* [ACTIVITY]
In the entries below, how many lines contain the string "target"? State the number and nothing else.

* [Stored items]

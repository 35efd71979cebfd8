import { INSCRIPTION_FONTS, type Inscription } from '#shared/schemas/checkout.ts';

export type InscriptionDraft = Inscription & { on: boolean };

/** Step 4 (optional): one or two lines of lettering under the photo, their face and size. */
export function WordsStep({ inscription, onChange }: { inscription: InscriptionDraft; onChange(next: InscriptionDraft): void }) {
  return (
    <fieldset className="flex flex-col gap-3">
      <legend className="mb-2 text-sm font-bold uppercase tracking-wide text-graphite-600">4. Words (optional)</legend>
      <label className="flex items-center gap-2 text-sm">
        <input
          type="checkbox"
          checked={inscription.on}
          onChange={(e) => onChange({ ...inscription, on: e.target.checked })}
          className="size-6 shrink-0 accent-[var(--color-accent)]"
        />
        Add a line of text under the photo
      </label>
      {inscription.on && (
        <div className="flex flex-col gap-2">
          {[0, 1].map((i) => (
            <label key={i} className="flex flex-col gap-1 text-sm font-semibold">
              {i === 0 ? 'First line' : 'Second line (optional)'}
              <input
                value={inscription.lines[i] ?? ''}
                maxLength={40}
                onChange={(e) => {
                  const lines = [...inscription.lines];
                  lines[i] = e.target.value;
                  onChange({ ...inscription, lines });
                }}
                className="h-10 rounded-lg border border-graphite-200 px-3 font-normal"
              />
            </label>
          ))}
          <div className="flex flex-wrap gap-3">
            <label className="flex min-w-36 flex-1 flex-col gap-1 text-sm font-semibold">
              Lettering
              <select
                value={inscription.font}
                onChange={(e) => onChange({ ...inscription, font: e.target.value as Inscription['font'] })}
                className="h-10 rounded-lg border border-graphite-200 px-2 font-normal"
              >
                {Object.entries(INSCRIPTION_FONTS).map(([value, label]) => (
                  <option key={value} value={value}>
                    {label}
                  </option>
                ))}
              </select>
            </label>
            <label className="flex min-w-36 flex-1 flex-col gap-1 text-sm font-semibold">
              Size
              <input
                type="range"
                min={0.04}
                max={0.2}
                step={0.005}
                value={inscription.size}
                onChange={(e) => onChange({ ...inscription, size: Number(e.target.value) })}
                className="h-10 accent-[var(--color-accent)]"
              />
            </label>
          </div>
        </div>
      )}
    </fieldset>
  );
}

* [FINISHED EXERCISE]
4